Doyle’s penchant for realistic description deserts him in The Lost World. His details are fifty years out of date; he instead presents a fantastically imaginative vision of the unexplored jungle wilderness. The beauty of the jungle vanishes as the explorers reach the historic plateau. With almost surrealistic horror, Doyle depicts the filthy, fetid nesting ground of the pterodactyls and the dank and dirty caves of the ape-men who inhabit the plateau. A marvelous comic ending has Challenger revealing the results of the expedition to a skeptical London audience of pedants by releasing a captured pterodactyl over their heads.

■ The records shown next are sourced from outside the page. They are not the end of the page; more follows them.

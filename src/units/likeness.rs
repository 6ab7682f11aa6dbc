//! Which known word a mistyped one was meant to be.

/// The known word that is likest to `written`, if one is like it at all.
///
/// Words that differ only in the unit at their end are alike; else up to a third of the letters may differ.
#[must_use]
pub fn likest<'k>(written: &str, known: &[&'k str]) -> Option<&'k str> {
    if written.chars().count() > 60 {
        return None;
    }
    let lower = written.to_lowercase();
    let nearest = known.iter().map(|word| (differences(&lower, &word.to_lowercase()), *word)).min();
    let same_stem = || known.iter().copied().find(|word| stem(word).is_some() && stem(word) == stem(&lower));
    let same_start = || {
        known
            .iter()
            .copied()
            .find(|word| lower.len() >= 4 && word.strip_prefix(&lower).is_some_and(|rest| rest.starts_with('_')))
    };
    match nearest {
        Some((count, word)) if count <= 1 || count * 3 <= word.chars().count() => Some(word),
        _ => same_stem().or_else(same_start),
    }
}

/// The part before the unit.
fn stem(word: &str) -> Option<&str> {
    word.rsplit_once('_').map(|(stem, _)| stem)
}

/// The number of letters to change, add or remove (Levenshtein's distance).
fn differences(left: &str, right: &str) -> usize {
    let right: Vec<char> = right.chars().collect();
    let mut row: Vec<usize> = (0..=right.len()).collect();
    for (index, letter) in left.chars().enumerate() {
        let mut diagonal = row[0];
        row[0] = index + 1;
        for (column, other) in right.iter().enumerate() {
            let changed = diagonal + usize::from(letter != *other);
            diagonal = row[column + 1];
            row[column + 1] = changed.min(diagonal + 1).min(row[column] + 1);
        }
    }
    row[right.len()]
}

#[cfg(test)]
mod tests {
    use super::*;

    #[test]
    fn slips_units_and_case_are_seen_through() {
        let keys = ["name", "semi_major_axis_au", "eccentricity", "mass_mearth", "bond_albedo"];
        assert_eq!(likest("bond_albeod", &keys), Some("bond_albedo"));
        assert_eq!(likest("Eccentricity", &keys), Some("eccentricity"));
        assert_eq!(likest("semi_major_axis_km", &keys), Some("semi_major_axis_au"));
        assert_eq!(likest("mass_msun", &keys), Some("mass_mearth"));
        assert_eq!(likest("mass", &keys), Some("mass_mearth"));
        assert_eq!(likest("colour", &keys), None);
        assert_eq!(likest("", &[]), None);
    }
}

The characterization in The Lost World is among Doyle’s finest achievements. The members of the expedition are well balanced: the eccentric and pugnacious Challenger, the naïve and incredulous Malone, the cynical and touchy Summerlee, and the great white hunter Lord John Roxton. The one woman in the novel, Malone’s fiancé Gladys, bears no resemblance to the Ruth Timewells and Lady Maudes of Doyle’s earlier work. She is spunky and independent, refusing to marry Malone until he has done something worth admiring, and in his absence marrying someone else because she decides money is a more practical basis for marriage than fame.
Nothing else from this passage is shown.